ルートトランザクションブランチやトランザクションブランチから呼び出されても,トランザクション属性でないSPPは,グローバルトランザクションに含まれません。このとき,トランザクション属性でないSPPがトランザクション属性のSPPを呼び出したとしても,呼び出されたSPPはトランザクションブランチにはなりません。
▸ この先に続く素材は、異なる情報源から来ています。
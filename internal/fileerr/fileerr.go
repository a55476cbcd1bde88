// Package fileerr is the positioned error of the project's TOML inputs
// (shift tables, spin-system files): file, line, key and message, printed as
// "file:line: key: msg".
package fileerr

import (
	"fmt"
	"strings"
)

// Error is a problem at a line of an input file. Line is 1-based (0 when
// unknown); Key names the offending key, e.g. "group[2].count" ("" when
// none).
type Error struct {
	File string
	Line int
	Key  string
	Msg  string
}

// Error reads "file:line: key: msg", leaving out what is unknown.
func (e *Error) Error() string {
	var b strings.Builder
	b.WriteString(e.File)
	if e.Line > 0 {
		fmt.Fprintf(&b, ":%d", e.Line)
	}
	b.WriteString(": ")
	if e.Key != "" {
		b.WriteString(e.Key + ": ")
	}
	b.WriteString(e.Msg)
	return b.String()
}
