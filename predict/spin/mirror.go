package spin

import (
	"cmp"
	"math"
	"slices"
)

// Mirror symmetry. If a permutation π of the spins (an involution) keeps
// every 2F and every coupling, J(π(k),π(l)) = J(k,l), and reflects the
// frequencies about a centre ν0, ν(π(k)) = 2ν0 − ν(k), then R = (π combined
// with inverting every spin) satisfies R H R⁻¹ = H − 2ν0·Fz. R maps a state
// of Mz block b to block nb−1−b, and its matrix in the product basis is a
// plain permutation (the F± matrix elements √(F(F+1) − m(m±1)) are
// unchanged by m → −m with raising and lowering exchanged). Hence the lines
// between blocks b and b+1 determine those between nb−2−b and nb−1−b: a
// line at f of group g gives a line at 2ν0 − f of group π(g) with the same
// intensity. The spectrum is then the mirror image of itself, as for a
// chain of equally spaced shifts with symmetric couplings, and only about
// half of the blocks need to be diagonalised.

// mirrorTolHz is the tolerance on ν(k) + ν(π(k)) = 2ν0 and on equal J;
// a line then moves by at most about this much.
const mirrorTolHz = 1e-9

// useMirror lets tests compare with the plain computation.
var useMirror = true

// mirror returns π (spin k ↔ spin perm[k]) and ν0 when the spins have a
// mirror symmetry of the form above, pairing the spins in order of
// frequency from both ends.
func mirror(spins []cspin, jm [][]float64) (perm []int, nu0 float64, ok bool) {
	n := len(spins)
	if !useMirror || n < 2 {
		return nil, 0, false
	}
	order := make([]int, n)
	for i := range order {
		order[i] = i
	}
	slices.SortStableFunc(order, func(x, y int) int { return cmp.Compare(spins[x].nu, spins[y].nu) })
	perm = make([]int, n)
	for i := range order {
		perm[order[i]] = order[n-1-i]
	}
	nu0 = (spins[order[0]].nu + spins[order[n-1]].nu) / 2
	for k, s := range spins {
		p := spins[perm[k]]
		if p.twoF != s.twoF || math.Abs(s.nu+p.nu-2*nu0) > mirrorTolHz {
			return nil, 0, false
		}
		for l := range spins {
			if math.Abs(jm[s.grp][spins[l].grp]-jm[p.grp][spins[perm[l]].grp]) > mirrorTolHz {
				return nil, 0, false
			}
		}
	}
	return perm, nu0, true
}

// mirrorLines appends to dst the mirror images of the lines of src: at
// 2ν0 − f, with group egMap[eg].
func mirrorLines(dst, src *sink, nu0 float64, egMap map[int]int) {
	dst.out = slices.Grow(dst.out, len(src.out))
	for _, l := range src.out {
		dst.out = append(dst.out, rawLine{hz: 2*nu0 - l.hz, inten: l.inten, eg: egMap[l.eg]})
	}
	dst.dropped += src.dropped
}
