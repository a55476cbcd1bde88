package spin

import (
	"math"
	"runtime"

	"gonum.org/v1/gonum/blas"
	lapackgo "gonum.org/v1/gonum/lapack/gonum"
)

// symEigen diagonalises the symmetric n×n matrix a (row-major, upper
// triangle read) in place: on return column j of a is the eigenvector of
// vals[j]. The eigenvalues are not sorted. It returns false if the QL
// iteration did not converge.
//
// The Householder reduction to tridiagonal form and the formation of its
// orthogonal matrix Q use gonum's LAPACK (Dsytrd, Dorgtr), as mat.EigenSym
// does. The tridiagonal eigenproblem is solved by the implicit QL method
// with shifts (the tql2 algorithm of EISPACK). Unlike gonum's Dsteqr, which
// applies every plane rotation to two columns of the row-major Q (a stride
// of n between elements, one cache line per element), the rotations of
// several QL sweeps are stored and then applied row by row, so each row of
// Q is read once per batch and stays in L1 cache. Every element undergoes
// the same operations in the same order as in the column-wise scheme.
func symEigen(a []float64, n int) (vals []float64, ok bool) {
	d := make([]float64, n)
	if n == 1 {
		d[0] = a[0]
		a[0] = 1
		return d, true
	}
	// Scale entries of extreme size into a safe range, as LAPACK's Dsyev
	// does (user spin files may hold any finite shift or J).
	anrm := 0.0
	for _, v := range a {
		anrm = math.Max(anrm, math.Abs(v))
	}
	sigma := 1.0
	if anrm > 0 && anrm < 0x1p-480 {
		sigma = 0x1p-480 / anrm
	} else if anrm > 0x1p480 {
		sigma = 0x1p480 / anrm
	}
	if sigma != 1 {
		for i := range a {
			a[i] *= sigma
		}
	}
	var impl lapackgo.Implementation
	e := make([]float64, n) // e[n-1] stays 0
	tau := make([]float64, n-1)
	query := []float64{0}
	impl.Dsytrd(blas.Upper, n, a, n, d, e, tau, query, -1)
	lwork := int(query[0])
	impl.Dorgtr(blas.Upper, n, a, n, tau, query, -1)
	lwork = max(lwork, int(query[0]), 1)
	work := make([]float64, lwork)
	impl.Dsytrd(blas.Upper, n, a, n, d, e, tau, work, lwork)
	impl.Dorgtr(blas.Upper, n, a, n, tau, work, lwork)
	e[n-1] = 0
	if !tql(d, e, a, n) {
		return nil, false
	}
	if sigma != 1 {
		for i := range d {
			d[i] /= sigma
		}
	}
	return d, true
}

// rotBatch collects the plane rotations of successive QL sweeps; flush
// applies them to the columns of the row-major n×n matrix z, row by row.
type rotBatch struct {
	c, s   []float64
	sweeps []sweep
}

// sweep is one QL sweep: rotations hi, hi−1, …, lo (rotation i mixes
// columns i and i+1), stored from index off of c and s.
type sweep struct{ hi, lo, off int }

// maxBatch is the number of stored rotations, in units of n, after which
// they are applied to Q.
const maxBatch = 16

func (rb *rotBatch) flush(z []float64, n int) {
	if len(rb.sweeps) == 0 {
		return
	}
	// Rows are independent: large matrices are shared among up to
	// GOMAXPROCS goroutines in runs of rows that are multiples of 4.
	parts := min(runtime.GOMAXPROCS(0), n/minFlushRows)
	if parts <= 1 {
		rb.apply(z, n, 0, n)
	} else {
		per := (n/parts + 3) &^ 3
		parallel(parts, func(p int) {
			rb.apply(z, n, min(p*per, n), min((p+1)*per, n))
		})
	}
	rb.c, rb.s, rb.sweeps = rb.c[:0], rb.s[:0], rb.sweeps[:0]
}

// minFlushRows is the number of rows below which flush does not split its
// work among goroutines.
const minFlushRows = 64

// apply applies the stored rotations to rows lo … hi−1 of z.
func (rb *rotBatch) apply(z []float64, n, lo, hi int) {
	// Rotation j of a sweep (stored at index j, from the bottom) mixes
	// elements lo+j and lo+j+1 of a row; the sweep applies them from the
	// top down. Each takes the value of element j+1 just written by rotation
	// j+1 (h, kept in a register) and element j (x): element j+1 is final,
	// the new element j is carried down. Within one row this is a chain of
	// dependent operations; four rows give four independent chains. The
	// windows w and the rotation slices have lengths the compiler can
	// relate, so the inner loop runs without bounds checks.
	k := lo
	for ; k+4 <= hi; k += 4 {
		r0 := z[k*n : (k+1)*n]
		r1 := z[(k+1)*n : (k+2)*n]
		r2 := z[(k+2)*n : (k+3)*n]
		r3 := z[(k+3)*n : (k+4)*n]
		for _, sw := range rb.sweeps {
			m := sw.hi - sw.lo + 1
			cs := rb.c[sw.off : sw.off+m]
			ss := rb.s[sw.off : sw.off+m]
			w0 := r0[sw.lo : sw.lo+m+1]
			w1 := r1[sw.lo : sw.lo+m+1]
			w2 := r2[sw.lo : sw.lo+m+1]
			w3 := r3[sw.lo : sw.lo+m+1]
			ss = ss[:len(cs)]
			// u = w shifted by one: u[j] is element j+1 of the window.
			u0, u1, u2, u3 := w0[1:], w1[1:], w2[1:], w3[1:]
			u0, u1, u2, u3 = u0[:len(cs)], u1[:len(cs)], u2[:len(cs)], u3[:len(cs)]
			w0, w1, w2, w3 = w0[:len(cs)], w1[:len(cs)], w2[:len(cs)], w3[:len(cs)]
			h0, h1, h2, h3 := u0[m-1], u1[m-1], u2[m-1], u3[m-1]
			for j := len(cs) - 1; j >= 0; j-- {
				c, s := cs[j], ss[j]
				x0, x1, x2, x3 := w0[j], w1[j], w2[j], w3[j]
				u0[j], u1[j], u2[j], u3[j] = s*x0+c*h0, s*x1+c*h1, s*x2+c*h2, s*x3+c*h3
				h0, h1, h2, h3 = c*x0-s*h0, c*x1-s*h1, c*x2-s*h2, c*x3-s*h3
			}
			w0[0], w1[0], w2[0], w3[0] = h0, h1, h2, h3
		}
	}
	for ; k < hi; k++ {
		row := z[k*n : (k+1)*n]
		for _, sw := range rb.sweeps {
			m := sw.hi - sw.lo + 1
			cs := rb.c[sw.off : sw.off+m]
			ss := rb.s[sw.off : sw.off+m]
			ss = ss[:len(cs)]
			w := row[sw.lo : sw.lo+m+1]
			u := w[1:][:len(cs)]
			w = w[:len(cs)]
			h := u[m-1]
			for j := len(cs) - 1; j >= 0; j-- {
				c, s := cs[j], ss[j]
				x := w[j]
				u[j] = s*x + c*h
				h = c*x - s*h
			}
			w[0] = h
		}
	}
}

// tql finds the eigenvalues (into d) and eigenvectors (rotations applied to
// the columns of z, which holds Q on entry) of the symmetric tridiagonal
// matrix with diagonal d and off-diagonal e[0..n-2] (e[n-1] = 0); e is
// destroyed. It returns false after 30 iterations without convergence for
// one eigenvalue.
func tql(d, e, z []float64, n int) bool {
	const eps = 0x1p-52
	rb := &rotBatch{c: make([]float64, 0, maxBatch*n+n), s: make([]float64, 0, maxBatch*n+n)}
	f, tst1 := 0.0, 0.0
	for l := 0; l < n; l++ {
		tst1 = math.Max(tst1, math.Abs(d[l])+math.Abs(e[l]))
		m := l
		for m < n-1 && math.Abs(e[m]) > eps*tst1 {
			m++
		}
		for iter := 0; m > l; iter++ {
			if iter == 30 {
				return false
			}
			// Shift from the leading 2×2 block.
			g := d[l]
			p := (d[l+1] - g) / (2 * e[l])
			r := math.Hypot(p, 1)
			if p < 0 {
				r = -r
			}
			d[l] = e[l] / (p + r)
			d[l+1] = e[l] * (p + r)
			dl1 := d[l+1]
			h := g - d[l]
			for i := l + 2; i < n; i++ {
				d[i] -= h
			}
			f += h
			// Implicit QL sweep from m−1 down to l.
			p = d[m]
			c, c2, c3 := 1.0, 1.0, 1.0
			el1 := e[l+1]
			s, s2 := 0.0, 0.0
			// Rotation i is stored at off + i − l (from the bottom).
			off := len(rb.c)
			rb.c = rb.c[:off+m-l]
			rb.s = rb.s[:off+m-l]
			for i := m - 1; i >= l; i-- {
				c3, c2, s2 = c2, c, s
				g = c * e[i]
				h = c * p
				r = hypot(p, e[i])
				e[i+1] = s * r
				s, c = e[i]/r, p/r
				p = c*d[i] - s*g
				d[i+1] = h + s*(c*g+s*d[i])
				rb.c[off+i-l] = c
				rb.s[off+i-l] = s
			}
			rb.sweeps = append(rb.sweeps, sweep{hi: m - 1, lo: l, off: off})
			if len(rb.c) >= maxBatch*n {
				rb.flush(z, n)
			}
			p = -s * s2 * c3 * el1 * e[l] / dl1
			e[l] = s * p
			d[l] = c * p
			if math.Abs(e[l]) <= eps*tst1 {
				break
			}
		}
		d[l] += f
		e[l] = 0
	}
	rb.flush(z, n)
	return true
}

// hypot is math.Hypot with a fast path: √(p²+q²) directly when neither
// square can overflow or lose precision to underflow (the matrix was scaled
// into a safe range; math.Hypot's scaling remains for the rest).
func hypot(p, q float64) float64 {
	ap, aq := math.Abs(p), math.Abs(q)
	if big := max(ap, aq); big > 0x1p-480 && big < 0x1p480 && min(ap, aq) > 0x1p-480 {
		return math.Sqrt(p*p + q*q)
	}
	return math.Hypot(p, q)
}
SUP,SPPのグローバルトランザクションを次の図に示します。

図3-6 SUP,SPPのグローバルトランザクション

[図データ]

SUP またはSPPの処理をトランザクションにする場合は,dc_trn_begin関数を呼び出して,トランザクションの開始を宣言します。同期点を取得する場合も,SUPまたはSPPからdc_trn_××××_commit関数またはdc_trn_××××_rollback関数を呼び出します(××××は,同期点を取得したあとに,それまでとは別の新しいトランザクションを開始するかどうかで異なります)。トランザクションの開始と同期点を取得する関数は,ルートトランザクションブランチからだけ呼び出せます。

(2) MHPとトランザクションの関係

MHPのサービスを呼び出した時点で,トランザクションの処理が開始します。MHPでは,dc_trn_begin関数は使えません。MHPからSPPへサービスを要求する場合,MHPがルートトランザクションブランチとなります。MHPのトランザクションは,MHPが終了するかまたは同期点を取得する関数(dc_mcf_commit関数,dc_mcf_rollback関数)を呼び出すと決着します。MHPの処理の中で同期点を取得した場合は,同期点取得以降の処理は,それまでとは別の,新しいトランザクションの処理となります。なお,非トランザクション属性のMHPも作成できます。この場合,MHPで同期点は取得できません。

MHPのグローバルトランザクションを次の図に示します。